News & Views
Poems for These Times: 10
(31 May 2020)
Song of Time
by Elizabeth Jennings
This week’s poem is a ‘song’ by the English poet Elizabeth Jennings (1926–2001). During a life that was modest – even eccentric – in style, her poetic output was prolific, and marked by great sensitivity to a wide range of human emotions together with a spiritual sensibility.
Song of Time
.
Deliver time and let it go
Under wild clouds and passive moon.
Once it was fast, now it is slow.
I lose my hours beneath the sun,
Brisk minutes ebb and flow.
Time is elemental, all
We make in speech and action, yet
Time itself can have a fall
When heart and mind have no regret
And love is how you feel.
Oh let us dance with time and turn
It to a friend, a willing one.
In time we grow, through time we learn
The visitations of the sun
And ardour of the moon.
Time is not clocks but moves within
The discourse of the learned heart,
It is the way our lives begin.
O leaving time behind’s an art
Ahead and now and then.
Image: April 2020. Schola Diffusa (‘dispersed choir’) sing ‘Down in the River to Pray’. During the Covid-19 pandemic, this international group – and many others – have met on-line to sing together.
Poems for These Times
‘Poems for These Times’ is a special collection of poetry offered in response to the Covid-19 pandemic. It is intended as a way of sustaining us, and to give us something on which to meditate together during these difficult and challenging times.
There will be just one poem each week, so that we can really stay with what is offered. We can read it – perhaps aloud – to ourselves or to any companions in our isolation, and sense the vibrations through our whole being. For poetry has the power to affect us on every level – body, mind, heart and soul.
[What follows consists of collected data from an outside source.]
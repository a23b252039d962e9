/**
 * Scoring one candidate: on holdout(s) from rolling origins, or in-sample.
 *
 * Rolling origins: for k = 0..origins-1 the model is trained on y[0 .. n-holdout-k) and
 * forecasts the next `holdout` periods y[n-holdout-k .. n-k); each metric is averaged
 * over the origins where it is defined (metrics.averageMetrics). The MASE scale of
 * each origin comes from that origin's training part.
 */
import { EngineInputError } from '../errors.js'
import { modelSpread } from '../intervals.js'
import { averageMetrics, computeMetrics, intervalMetrics } from '../metrics.js'
import type { Candidate, MetricSet, ModelFit, ModelParams, ModelSpec } from '../types.js'
import { lengthReason, structuralReason } from './candidates.js'

export interface Evaluation {
  readonly entry: Candidate
  readonly metrics?: MetricSet
  /** Parameters of the fit at the latest origin (starting point for the refit). */
  readonly params?: ModelParams
  /**
   * The holdout's forecasts per origin (origin k trains on y[0 .. n - holdout - k)), and
   * on demand each fit's own spread: what a combination of candidates is scored from
   * (select/combine.ts).
   */
  readonly holdout?: { readonly forecasts: readonly (readonly number[])[]; readonly spreads: () => (readonly number[] | null)[] }
  /**
   * The holdout's interval measures (msis, pinball), averaged over the origins, from each
   * fit's own spread. Computed on demand: the spread of a model without a variance formula
   * needs its in-sample residuals, which cost about as much as the fit.
   */
  readonly intervalScores?: () => { msis: number | null; pinball: number | null }
}

/** The evaluation with msis and pinball added to its metrics and candidate row. */
export function withIntervalScores(e: Evaluation): Evaluation {
  if (!e.intervalScores || !e.metrics) return e
  const metrics = { ...e.metrics, ...e.intervalScores() }
  return { ...e, metrics, entry: { ...e.entry, holdoutErrors: metrics } }
}

function failure(spec: ModelSpec, err: unknown): Evaluation {
  // A fitter signals input it cannot fit with EngineInputError: that is a skip, not a failure.
  const status = err instanceof EngineInputError ? 'skipped' : 'failed'
  const message = err instanceof Error ? err.message : String(err)
  // The candidate row names the model: `needs 24 periods, has 20`, not `<id> needs ...`.
  const reason = message.startsWith(`${spec.name} `) ? message.slice(spec.name.length + 1) : message
  return { entry: { model: spec.name, family: spec.family, status, reason } }
}

export function skipped(spec: ModelSpec, reason: string): Evaluation {
  return { entry: { model: spec.name, family: spec.family, status: 'skipped', reason } }
}

/** Forecasts of a fit, checked for length and finiteness. */
export function checkedForecast(fit: ModelFit, horizon: number): number[] {
  const f = fit.forecast(horizon)
  if (f.length !== horizon || !f.every(Number.isFinite)) {
    throw new Error(`${fit.model} produced a non-finite or short forecast`)
  }
  return f
}

/**
 * The fit's own (uncalibrated) spread per step for the holdout's interval measures
 * (intervals.modelSpread); null when it has none.
 */
function ownSpread(fit: ModelFit, train: readonly number[], steps: number): number[] | null {
  const variance = fit.forecastVariance?.(steps)
  let residuals: number[] = []
  if (!variance || !variance.every((v) => Number.isFinite(v) && v >= 0)) {
    const fitted = fit.fitted
    residuals = []
    for (let t = 0; t < train.length; t++) {
      const f = fitted[t]
      if (f !== undefined && Number.isFinite(f)) residuals.push(train[t]! - f)
    }
  }
  const { method, sd } = modelSpread(steps, variance, residuals)
  return method === 'none' ? null : sd
}

export function evaluateHoldout(
  spec: ModelSpec,
  values: readonly number[],
  seasonLength: number,
  holdout: number,
  origins: number,
): Evaluation {
  const n = values.length
  const why =
    structuralReason(spec, seasonLength, values) ??
    lengthReason(spec, seasonLength, n - holdout - (origins - 1), true)
  if (why) return skipped(spec, why)
  try {
    const sets: MetricSet[] = []
    const kept: { fit: ModelFit; train: number[]; actual: number[]; forecast: number[] }[] = []
    let params: ModelParams | undefined
    for (let k = 0; k < origins; k++) {
      const end = n - holdout - k
      const train = values.slice(0, end)
      const fit = spec.fit(train, { seasonLength })
      const forecast = checkedForecast(fit, holdout)
      const actual = values.slice(end, end + holdout)
      sets.push(computeMetrics(actual, forecast, train, seasonLength))
      kept.push({ fit, train, actual, forecast })
      if (k === 0) params = fit.params
    }
    const metrics = averageMetrics(sets)
    let spreadCache: (number[] | null)[] | undefined
    const spreads = (): (number[] | null)[] => (spreadCache ??= kept.map((o) => ownSpread(o.fit, o.train, holdout)))
    const intervalScores = (): { msis: number | null; pinball: number | null } => {
      const sds = spreads()
      const each = kept.map((o, k) => intervalMetrics(o.actual, o.forecast, sds[k]!, o.train, seasonLength))
      const avg = (key: 'msis' | 'pinball'): number | null =>
        each.every((x) => x[key] !== null) ? each.reduce((a, x) => a + x[key]!, 0) / each.length : null
      return { msis: avg('msis'), pinball: avg('pinball') }
    }
    return {
      entry: { model: spec.name, family: spec.family, status: 'scored', holdoutErrors: metrics },
      metrics,
      params,
      intervalScores,
      holdout: { forecasts: kept.map((o) => o.forecast), spreads },
    }
  } catch (err) {
    return failure(spec, err)
  }
}

/** In-sample one-step errors of a fit on the whole history (used when it is too short for a holdout). */
export function evaluateInSample(spec: ModelSpec, values: readonly number[], seasonLength: number): Evaluation {
  const why = structuralReason(spec, seasonLength, values) ?? lengthReason(spec, seasonLength, values.length, false)
  if (why) return skipped(spec, why)
  try {
    const fit = spec.fit(values, { seasonLength })
    checkedForecast(fit, 1)
    const actual: number[] = []
    const fitted: number[] = []
    fit.fitted.forEach((f, t) => {
      if (Number.isFinite(f)) {
        actual.push(values[t]!)
        fitted.push(f)
      }
    })
    if (actual.length === 0) return skipped(spec, 'has no in-sample fitted values on this history')
    const metrics = computeMetrics(actual, fitted, values, seasonLength)
    return {
      entry: { model: spec.name, family: spec.family, status: 'scored', holdoutErrors: metrics },
      metrics,
      params: fit.params,
    }
  } catch (err) {
    return failure(spec, err)
  }
}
It has a magic, which, in the words of poet Adrienne Rich:
“… goes back very far: the rune; the chant; the incantation; the spell; the kenning; sacred words; the naming of the child; the plant, the insect, the ocean, the configuration of stars, the snow, the sensation in the body… The physical reality of the human voice.”
Of course, not every poem will appeal to everyone – that is inevitable. But there is also the possibility that staying with something that does not immediately appeal can be stimulating and helpful. Experience suggests that sustained attention and contemplation of a poem’s music, words and thoughts can be deeply rewarding.
It would be lovely to share any responses and thoughts you may have through our comments section below.
Barbara Vellacott
Sources (click to close)
Poem: From Elizabeth Jennings, Selected Poems (Carcanet Press, 1979).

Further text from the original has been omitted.